Instructions for the task: Return every line of the data below that includes the string "SetThickness".

Segment Open

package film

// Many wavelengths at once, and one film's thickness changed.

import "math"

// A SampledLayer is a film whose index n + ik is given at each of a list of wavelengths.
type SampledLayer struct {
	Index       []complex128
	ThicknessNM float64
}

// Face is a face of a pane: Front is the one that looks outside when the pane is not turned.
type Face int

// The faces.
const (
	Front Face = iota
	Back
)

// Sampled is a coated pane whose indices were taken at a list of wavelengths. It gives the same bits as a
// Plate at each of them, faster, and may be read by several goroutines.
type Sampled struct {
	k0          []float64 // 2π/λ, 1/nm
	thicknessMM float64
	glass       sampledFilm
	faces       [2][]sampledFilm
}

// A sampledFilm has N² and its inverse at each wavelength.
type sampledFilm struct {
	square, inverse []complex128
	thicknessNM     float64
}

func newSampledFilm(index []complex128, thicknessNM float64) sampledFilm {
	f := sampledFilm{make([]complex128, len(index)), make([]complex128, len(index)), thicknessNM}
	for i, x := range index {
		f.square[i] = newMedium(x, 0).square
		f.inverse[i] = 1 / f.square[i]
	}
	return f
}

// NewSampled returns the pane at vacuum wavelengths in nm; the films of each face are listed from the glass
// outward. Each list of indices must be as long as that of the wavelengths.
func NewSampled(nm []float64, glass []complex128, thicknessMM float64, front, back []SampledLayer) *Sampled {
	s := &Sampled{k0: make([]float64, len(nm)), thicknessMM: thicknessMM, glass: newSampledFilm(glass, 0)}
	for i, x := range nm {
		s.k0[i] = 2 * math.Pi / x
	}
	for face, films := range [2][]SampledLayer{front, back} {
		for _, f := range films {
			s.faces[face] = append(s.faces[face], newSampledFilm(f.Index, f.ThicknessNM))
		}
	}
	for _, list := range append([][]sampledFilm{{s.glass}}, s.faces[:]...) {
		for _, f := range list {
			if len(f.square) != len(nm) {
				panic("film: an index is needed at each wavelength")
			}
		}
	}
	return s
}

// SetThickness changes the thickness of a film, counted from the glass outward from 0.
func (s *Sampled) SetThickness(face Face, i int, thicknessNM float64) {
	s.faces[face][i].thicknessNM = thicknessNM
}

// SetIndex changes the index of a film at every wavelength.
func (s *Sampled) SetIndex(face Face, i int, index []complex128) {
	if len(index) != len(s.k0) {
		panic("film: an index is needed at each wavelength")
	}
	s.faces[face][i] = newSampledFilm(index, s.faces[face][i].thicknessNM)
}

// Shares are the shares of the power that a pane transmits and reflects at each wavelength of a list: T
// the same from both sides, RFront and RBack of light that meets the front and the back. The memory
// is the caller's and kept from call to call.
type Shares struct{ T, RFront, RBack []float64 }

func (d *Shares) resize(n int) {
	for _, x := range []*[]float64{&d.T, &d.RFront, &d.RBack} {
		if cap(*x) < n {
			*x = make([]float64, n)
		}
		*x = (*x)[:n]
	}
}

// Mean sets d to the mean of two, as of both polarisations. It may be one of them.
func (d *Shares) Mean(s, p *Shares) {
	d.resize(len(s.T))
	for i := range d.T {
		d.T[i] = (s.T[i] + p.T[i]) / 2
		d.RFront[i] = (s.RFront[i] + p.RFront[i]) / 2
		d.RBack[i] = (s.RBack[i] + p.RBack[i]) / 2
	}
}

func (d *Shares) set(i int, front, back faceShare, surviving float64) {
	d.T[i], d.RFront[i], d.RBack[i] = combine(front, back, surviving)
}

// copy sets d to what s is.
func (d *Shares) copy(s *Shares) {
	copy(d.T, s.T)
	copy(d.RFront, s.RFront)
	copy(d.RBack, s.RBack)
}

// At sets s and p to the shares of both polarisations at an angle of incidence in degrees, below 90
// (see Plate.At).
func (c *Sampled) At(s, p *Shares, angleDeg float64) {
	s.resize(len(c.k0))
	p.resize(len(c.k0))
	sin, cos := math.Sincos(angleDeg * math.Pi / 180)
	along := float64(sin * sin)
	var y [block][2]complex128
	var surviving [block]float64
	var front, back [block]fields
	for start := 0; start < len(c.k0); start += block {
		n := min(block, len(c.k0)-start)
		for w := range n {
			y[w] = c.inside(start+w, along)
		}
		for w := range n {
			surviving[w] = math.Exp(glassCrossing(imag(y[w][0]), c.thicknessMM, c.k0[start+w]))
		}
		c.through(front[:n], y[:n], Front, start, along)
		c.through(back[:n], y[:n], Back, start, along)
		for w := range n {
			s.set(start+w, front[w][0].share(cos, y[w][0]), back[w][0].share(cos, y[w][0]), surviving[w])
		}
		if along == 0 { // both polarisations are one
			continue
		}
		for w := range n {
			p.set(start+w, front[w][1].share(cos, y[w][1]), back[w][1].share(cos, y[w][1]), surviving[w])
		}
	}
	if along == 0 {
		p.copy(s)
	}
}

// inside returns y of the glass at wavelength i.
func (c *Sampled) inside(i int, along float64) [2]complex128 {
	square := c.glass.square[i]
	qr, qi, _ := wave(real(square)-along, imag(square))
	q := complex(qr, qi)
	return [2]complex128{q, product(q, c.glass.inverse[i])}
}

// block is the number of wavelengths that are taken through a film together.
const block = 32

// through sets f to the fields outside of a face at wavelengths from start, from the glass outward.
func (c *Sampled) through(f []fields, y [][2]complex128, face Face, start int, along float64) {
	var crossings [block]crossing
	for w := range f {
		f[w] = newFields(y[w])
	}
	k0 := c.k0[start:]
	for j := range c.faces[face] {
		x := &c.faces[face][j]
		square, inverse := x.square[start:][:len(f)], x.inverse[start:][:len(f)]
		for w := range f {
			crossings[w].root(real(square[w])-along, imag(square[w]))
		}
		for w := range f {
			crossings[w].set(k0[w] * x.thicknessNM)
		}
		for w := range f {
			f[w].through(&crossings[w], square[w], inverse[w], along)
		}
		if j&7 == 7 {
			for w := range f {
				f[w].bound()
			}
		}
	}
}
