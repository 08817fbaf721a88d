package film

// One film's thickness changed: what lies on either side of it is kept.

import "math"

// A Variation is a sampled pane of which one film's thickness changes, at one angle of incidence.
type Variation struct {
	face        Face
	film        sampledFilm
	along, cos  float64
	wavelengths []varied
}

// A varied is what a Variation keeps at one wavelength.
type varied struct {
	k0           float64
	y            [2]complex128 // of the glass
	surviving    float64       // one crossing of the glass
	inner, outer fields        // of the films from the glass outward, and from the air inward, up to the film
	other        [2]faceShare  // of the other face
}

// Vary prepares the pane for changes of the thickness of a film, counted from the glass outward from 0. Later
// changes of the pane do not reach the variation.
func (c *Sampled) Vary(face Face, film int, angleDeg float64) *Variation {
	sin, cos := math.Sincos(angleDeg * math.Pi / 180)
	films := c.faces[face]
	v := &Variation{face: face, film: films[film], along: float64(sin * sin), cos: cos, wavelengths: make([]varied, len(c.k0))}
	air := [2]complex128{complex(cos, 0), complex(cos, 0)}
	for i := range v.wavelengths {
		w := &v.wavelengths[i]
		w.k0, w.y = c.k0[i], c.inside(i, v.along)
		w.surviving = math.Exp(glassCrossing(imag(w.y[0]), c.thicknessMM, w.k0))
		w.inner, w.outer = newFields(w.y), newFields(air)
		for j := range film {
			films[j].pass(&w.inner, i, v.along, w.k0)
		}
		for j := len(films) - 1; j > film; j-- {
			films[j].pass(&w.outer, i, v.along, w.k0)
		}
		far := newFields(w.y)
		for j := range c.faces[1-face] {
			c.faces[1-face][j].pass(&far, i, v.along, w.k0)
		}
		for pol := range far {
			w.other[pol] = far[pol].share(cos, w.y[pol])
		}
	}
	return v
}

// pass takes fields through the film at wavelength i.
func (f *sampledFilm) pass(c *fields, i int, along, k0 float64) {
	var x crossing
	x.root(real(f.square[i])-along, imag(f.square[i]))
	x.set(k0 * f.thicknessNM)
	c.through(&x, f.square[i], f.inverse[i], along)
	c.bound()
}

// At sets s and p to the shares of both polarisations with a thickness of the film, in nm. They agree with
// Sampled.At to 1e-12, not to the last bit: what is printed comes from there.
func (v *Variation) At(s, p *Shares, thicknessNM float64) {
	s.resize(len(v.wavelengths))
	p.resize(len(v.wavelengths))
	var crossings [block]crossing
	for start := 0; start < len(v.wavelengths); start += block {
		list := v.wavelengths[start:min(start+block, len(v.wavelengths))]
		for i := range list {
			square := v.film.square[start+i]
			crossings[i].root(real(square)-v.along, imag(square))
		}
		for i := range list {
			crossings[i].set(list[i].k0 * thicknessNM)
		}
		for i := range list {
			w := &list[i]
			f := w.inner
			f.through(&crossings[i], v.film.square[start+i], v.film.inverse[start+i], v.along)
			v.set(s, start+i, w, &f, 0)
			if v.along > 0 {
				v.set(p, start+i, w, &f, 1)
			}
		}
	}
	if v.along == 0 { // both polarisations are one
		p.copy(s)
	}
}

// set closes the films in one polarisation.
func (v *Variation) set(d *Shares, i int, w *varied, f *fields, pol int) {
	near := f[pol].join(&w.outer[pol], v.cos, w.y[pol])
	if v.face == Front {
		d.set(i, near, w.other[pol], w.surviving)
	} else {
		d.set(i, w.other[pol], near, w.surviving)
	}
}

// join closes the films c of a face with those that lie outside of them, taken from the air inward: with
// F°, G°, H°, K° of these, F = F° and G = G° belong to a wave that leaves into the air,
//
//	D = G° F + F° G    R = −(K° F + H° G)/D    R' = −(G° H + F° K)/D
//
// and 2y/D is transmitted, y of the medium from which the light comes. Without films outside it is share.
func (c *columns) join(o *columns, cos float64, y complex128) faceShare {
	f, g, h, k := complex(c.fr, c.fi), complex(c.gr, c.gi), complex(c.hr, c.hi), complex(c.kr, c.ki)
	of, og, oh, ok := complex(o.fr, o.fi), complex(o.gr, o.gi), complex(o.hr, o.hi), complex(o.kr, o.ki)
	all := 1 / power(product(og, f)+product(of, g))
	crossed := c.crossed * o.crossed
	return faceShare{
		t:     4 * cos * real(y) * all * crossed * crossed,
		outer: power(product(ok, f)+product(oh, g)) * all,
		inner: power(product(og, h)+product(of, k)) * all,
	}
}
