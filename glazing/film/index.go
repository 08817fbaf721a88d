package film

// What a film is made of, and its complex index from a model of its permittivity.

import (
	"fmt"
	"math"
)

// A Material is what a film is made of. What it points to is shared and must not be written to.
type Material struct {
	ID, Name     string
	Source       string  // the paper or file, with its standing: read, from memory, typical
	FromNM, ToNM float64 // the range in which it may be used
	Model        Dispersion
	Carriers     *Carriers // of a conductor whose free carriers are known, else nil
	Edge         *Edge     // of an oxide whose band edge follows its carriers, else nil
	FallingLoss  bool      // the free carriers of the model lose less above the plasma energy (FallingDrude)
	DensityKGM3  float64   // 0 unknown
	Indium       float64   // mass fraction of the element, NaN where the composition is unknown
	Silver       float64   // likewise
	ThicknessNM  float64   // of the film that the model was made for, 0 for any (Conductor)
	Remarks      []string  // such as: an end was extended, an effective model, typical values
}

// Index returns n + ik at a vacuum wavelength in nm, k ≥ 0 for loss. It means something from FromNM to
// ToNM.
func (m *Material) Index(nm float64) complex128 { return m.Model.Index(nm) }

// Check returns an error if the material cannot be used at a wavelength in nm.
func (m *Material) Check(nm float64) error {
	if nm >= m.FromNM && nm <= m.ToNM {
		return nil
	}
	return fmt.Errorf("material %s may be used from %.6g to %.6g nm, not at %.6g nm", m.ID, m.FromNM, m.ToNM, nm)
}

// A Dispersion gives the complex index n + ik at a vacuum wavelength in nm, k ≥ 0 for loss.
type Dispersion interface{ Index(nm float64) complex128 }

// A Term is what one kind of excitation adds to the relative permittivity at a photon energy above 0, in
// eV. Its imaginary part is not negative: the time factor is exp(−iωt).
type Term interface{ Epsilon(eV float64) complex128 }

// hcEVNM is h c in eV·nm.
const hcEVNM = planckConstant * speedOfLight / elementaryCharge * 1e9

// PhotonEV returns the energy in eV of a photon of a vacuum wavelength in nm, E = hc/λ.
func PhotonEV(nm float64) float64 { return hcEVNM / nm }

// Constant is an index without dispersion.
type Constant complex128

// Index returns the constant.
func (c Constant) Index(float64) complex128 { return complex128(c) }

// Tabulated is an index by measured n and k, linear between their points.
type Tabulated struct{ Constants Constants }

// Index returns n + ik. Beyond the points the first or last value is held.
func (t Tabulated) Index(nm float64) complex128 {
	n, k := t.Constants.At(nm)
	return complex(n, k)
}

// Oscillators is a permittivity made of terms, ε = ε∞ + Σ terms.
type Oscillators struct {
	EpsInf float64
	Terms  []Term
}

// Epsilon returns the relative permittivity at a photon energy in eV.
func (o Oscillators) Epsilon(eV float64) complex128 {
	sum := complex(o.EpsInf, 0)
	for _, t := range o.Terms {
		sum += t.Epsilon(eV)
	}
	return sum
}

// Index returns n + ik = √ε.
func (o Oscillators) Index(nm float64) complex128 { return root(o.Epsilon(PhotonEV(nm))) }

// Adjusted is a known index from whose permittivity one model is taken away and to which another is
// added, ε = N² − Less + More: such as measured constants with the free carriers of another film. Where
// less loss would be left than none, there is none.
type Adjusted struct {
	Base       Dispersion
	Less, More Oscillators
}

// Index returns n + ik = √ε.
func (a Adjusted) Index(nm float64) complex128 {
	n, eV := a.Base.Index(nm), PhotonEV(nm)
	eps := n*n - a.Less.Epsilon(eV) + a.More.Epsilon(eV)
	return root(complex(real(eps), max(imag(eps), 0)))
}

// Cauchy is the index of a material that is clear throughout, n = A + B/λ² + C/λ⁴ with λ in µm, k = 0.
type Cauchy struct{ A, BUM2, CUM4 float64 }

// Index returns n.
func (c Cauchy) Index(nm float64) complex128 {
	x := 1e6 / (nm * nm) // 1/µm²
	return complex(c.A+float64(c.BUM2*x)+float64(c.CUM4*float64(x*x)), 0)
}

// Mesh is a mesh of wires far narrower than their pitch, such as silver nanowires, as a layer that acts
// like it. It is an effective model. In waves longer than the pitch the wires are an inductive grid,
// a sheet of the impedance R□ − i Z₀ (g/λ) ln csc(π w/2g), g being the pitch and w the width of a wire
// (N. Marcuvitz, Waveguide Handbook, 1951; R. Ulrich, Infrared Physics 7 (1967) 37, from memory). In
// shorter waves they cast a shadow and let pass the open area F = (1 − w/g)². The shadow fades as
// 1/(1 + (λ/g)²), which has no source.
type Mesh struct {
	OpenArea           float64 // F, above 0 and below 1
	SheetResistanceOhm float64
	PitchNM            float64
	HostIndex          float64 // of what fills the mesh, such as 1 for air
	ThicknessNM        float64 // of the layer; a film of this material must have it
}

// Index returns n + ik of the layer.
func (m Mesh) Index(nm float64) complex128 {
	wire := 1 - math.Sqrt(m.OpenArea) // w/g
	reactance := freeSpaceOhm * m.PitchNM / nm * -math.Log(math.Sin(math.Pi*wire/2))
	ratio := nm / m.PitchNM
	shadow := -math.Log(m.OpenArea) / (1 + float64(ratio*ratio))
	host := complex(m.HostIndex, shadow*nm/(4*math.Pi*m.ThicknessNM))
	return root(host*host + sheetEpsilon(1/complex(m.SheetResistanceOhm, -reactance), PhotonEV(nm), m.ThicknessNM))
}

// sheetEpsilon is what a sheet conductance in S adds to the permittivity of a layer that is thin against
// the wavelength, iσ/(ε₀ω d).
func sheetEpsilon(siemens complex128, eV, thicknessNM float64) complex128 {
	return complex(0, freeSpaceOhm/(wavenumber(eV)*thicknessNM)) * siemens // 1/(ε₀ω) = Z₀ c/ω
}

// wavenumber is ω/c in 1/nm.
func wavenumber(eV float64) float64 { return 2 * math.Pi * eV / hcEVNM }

Segment Closed

Expected output:
// SetThickness changes the thickness of a film, counted from the glass outward from 0.
func (s *Sampled) SetThickness(face Face, i int, thicknessNM float64) {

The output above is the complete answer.